* [THE TASK]: Transcribe exactly the span of lines that begins the records and ends with the line holding "def fields_of(kind: str)", both boundary lines included.

* [DATA EXCERPTS]:
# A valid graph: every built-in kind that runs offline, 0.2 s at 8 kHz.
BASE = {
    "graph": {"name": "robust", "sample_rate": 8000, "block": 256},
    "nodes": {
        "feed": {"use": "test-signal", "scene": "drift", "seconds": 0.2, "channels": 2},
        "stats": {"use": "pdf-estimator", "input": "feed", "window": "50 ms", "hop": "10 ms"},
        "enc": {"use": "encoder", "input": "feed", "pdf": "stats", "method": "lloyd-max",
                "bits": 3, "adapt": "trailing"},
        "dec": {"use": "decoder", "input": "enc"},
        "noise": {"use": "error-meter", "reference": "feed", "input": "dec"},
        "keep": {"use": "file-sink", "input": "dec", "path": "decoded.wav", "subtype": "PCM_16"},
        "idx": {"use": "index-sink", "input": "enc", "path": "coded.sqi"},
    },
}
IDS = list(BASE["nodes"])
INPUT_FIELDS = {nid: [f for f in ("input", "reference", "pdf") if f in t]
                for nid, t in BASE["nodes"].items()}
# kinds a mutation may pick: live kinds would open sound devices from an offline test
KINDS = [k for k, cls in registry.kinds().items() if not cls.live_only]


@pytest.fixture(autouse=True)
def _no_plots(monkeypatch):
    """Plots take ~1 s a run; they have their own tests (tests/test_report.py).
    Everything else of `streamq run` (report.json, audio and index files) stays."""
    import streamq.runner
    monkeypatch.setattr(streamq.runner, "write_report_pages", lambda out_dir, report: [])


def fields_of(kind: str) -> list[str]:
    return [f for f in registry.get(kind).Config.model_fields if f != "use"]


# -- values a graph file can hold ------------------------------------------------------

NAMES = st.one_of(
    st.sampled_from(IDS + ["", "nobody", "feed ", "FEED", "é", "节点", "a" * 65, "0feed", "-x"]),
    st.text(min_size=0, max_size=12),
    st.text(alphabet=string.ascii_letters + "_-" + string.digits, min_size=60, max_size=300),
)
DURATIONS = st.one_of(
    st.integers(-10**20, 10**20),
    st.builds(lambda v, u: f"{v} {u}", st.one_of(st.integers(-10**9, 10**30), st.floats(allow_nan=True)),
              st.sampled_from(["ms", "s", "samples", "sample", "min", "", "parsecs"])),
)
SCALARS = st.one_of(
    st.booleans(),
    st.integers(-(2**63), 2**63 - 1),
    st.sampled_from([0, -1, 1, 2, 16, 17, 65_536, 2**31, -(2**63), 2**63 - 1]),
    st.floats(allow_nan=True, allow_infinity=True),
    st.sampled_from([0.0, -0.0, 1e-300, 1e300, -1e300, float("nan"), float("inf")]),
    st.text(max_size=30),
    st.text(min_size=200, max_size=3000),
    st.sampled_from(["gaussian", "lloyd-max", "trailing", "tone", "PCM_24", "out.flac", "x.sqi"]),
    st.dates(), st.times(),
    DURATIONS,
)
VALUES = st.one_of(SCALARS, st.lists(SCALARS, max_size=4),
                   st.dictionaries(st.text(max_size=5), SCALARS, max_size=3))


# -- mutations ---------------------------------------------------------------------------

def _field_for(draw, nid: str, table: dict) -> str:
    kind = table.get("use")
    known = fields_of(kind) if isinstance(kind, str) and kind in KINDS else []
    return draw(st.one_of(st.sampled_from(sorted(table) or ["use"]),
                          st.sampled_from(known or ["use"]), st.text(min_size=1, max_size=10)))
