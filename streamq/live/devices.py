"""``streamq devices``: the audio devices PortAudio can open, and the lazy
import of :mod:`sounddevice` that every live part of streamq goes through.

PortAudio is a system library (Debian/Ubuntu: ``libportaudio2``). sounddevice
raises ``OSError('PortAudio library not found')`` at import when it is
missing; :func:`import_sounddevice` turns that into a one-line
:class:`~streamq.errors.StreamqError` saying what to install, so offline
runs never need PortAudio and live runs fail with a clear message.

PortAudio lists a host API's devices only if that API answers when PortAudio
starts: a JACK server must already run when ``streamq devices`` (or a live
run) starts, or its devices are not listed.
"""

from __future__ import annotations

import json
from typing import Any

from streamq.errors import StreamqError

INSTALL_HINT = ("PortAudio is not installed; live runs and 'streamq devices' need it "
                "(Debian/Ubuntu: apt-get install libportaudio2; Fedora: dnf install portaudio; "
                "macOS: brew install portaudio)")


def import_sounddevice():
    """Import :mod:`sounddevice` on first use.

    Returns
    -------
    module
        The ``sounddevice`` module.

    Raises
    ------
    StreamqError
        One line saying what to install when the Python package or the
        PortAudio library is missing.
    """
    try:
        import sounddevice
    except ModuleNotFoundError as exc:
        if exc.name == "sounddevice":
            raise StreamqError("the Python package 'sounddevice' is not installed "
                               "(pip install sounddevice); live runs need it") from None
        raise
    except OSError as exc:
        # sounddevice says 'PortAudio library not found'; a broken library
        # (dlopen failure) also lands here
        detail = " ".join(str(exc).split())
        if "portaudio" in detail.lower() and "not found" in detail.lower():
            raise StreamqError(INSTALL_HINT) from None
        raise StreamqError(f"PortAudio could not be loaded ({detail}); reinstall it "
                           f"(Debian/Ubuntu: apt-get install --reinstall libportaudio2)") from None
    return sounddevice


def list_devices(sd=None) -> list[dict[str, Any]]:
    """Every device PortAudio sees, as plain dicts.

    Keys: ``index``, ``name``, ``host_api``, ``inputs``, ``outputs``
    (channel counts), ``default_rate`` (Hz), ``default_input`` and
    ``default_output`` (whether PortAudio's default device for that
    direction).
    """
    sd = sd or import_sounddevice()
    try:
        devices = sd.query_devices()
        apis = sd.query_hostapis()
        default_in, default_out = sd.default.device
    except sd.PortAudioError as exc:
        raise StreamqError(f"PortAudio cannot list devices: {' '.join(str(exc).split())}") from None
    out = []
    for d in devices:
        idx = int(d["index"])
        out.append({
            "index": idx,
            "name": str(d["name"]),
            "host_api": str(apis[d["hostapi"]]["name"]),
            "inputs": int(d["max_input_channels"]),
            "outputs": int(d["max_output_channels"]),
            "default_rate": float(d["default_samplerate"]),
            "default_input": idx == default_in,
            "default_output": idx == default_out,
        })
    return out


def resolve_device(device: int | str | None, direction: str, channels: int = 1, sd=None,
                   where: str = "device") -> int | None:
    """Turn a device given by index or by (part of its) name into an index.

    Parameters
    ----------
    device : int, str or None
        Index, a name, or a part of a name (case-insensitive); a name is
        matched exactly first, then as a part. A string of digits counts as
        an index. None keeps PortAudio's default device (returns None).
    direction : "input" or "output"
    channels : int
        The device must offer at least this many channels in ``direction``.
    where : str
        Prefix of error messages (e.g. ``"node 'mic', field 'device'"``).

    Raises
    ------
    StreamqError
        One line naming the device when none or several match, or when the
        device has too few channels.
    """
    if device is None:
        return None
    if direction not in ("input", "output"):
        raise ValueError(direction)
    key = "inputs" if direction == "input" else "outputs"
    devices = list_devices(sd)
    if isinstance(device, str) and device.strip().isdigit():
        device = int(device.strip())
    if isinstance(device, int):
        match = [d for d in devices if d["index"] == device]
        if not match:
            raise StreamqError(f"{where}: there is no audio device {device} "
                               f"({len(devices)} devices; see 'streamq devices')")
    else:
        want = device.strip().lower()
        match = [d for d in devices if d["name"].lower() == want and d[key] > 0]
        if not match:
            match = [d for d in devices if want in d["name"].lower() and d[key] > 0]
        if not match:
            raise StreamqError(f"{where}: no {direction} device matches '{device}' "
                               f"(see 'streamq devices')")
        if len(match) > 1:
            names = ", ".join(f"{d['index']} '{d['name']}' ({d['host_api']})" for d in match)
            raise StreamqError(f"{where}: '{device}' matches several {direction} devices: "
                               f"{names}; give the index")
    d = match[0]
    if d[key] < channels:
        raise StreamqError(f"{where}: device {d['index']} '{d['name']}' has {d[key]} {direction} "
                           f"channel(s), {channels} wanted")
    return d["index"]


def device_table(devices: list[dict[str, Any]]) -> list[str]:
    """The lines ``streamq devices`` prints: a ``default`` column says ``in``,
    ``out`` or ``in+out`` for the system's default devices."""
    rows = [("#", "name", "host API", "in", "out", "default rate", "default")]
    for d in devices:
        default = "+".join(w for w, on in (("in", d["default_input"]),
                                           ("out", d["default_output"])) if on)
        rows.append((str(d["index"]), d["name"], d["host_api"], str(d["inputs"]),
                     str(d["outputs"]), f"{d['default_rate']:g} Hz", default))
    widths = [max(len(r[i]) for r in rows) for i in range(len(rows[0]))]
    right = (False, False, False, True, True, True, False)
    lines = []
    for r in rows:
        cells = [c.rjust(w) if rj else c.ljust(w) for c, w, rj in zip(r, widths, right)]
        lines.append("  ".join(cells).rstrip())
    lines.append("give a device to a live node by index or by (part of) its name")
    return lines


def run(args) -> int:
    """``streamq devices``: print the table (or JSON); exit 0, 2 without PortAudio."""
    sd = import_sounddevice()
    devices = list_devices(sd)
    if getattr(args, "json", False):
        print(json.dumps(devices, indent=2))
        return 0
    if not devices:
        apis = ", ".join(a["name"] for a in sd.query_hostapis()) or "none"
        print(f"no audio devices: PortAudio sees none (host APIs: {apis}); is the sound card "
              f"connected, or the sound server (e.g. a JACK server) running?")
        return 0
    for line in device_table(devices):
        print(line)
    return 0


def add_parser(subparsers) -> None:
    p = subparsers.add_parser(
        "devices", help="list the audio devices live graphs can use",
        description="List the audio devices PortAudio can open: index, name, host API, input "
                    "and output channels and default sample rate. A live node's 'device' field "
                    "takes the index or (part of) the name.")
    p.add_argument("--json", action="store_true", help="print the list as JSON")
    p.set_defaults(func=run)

* [YOUR RESPONSE]:
# A valid graph: every built-in kind that runs offline, 0.2 s at 8 kHz.
BASE = {
    "graph": {"name": "robust", "sample_rate": 8000, "block": 256},
    "nodes": {
        "feed": {"use": "test-signal", "scene": "drift", "seconds": 0.2, "channels": 2},
        "stats": {"use": "pdf-estimator", "input": "feed", "window": "50 ms", "hop": "10 ms"},
        "enc": {"use": "encoder", "input": "feed", "pdf": "stats", "method": "lloyd-max",
                "bits": 3, "adapt": "trailing"},
        "dec": {"use": "decoder", "input": "enc"},
        "noise": {"use": "error-meter", "reference": "feed", "input": "dec"},
        "keep": {"use": "file-sink", "input": "dec", "path": "decoded.wav", "subtype": "PCM_16"},
        "idx": {"use": "index-sink", "input": "enc", "path": "coded.sqi"},
    },
}
IDS = list(BASE["nodes"])
INPUT_FIELDS = {nid: [f for f in ("input", "reference", "pdf") if f in t]
                for nid, t in BASE["nodes"].items()}
# kinds a mutation may pick: live kinds would open sound devices from an offline test
KINDS = [k for k, cls in registry.kinds().items() if not cls.live_only]


@pytest.fixture(autouse=True)
def _no_plots(monkeypatch):
    """Plots take ~1 s a run; they have their own tests (tests/test_report.py).
    Everything else of `streamq run` (report.json, audio and index files) stays."""
    import streamq.runner
    monkeypatch.setattr(streamq.runner, "write_report_pages", lambda out_dir, report: [])


def fields_of(kind: str) -> list[str]:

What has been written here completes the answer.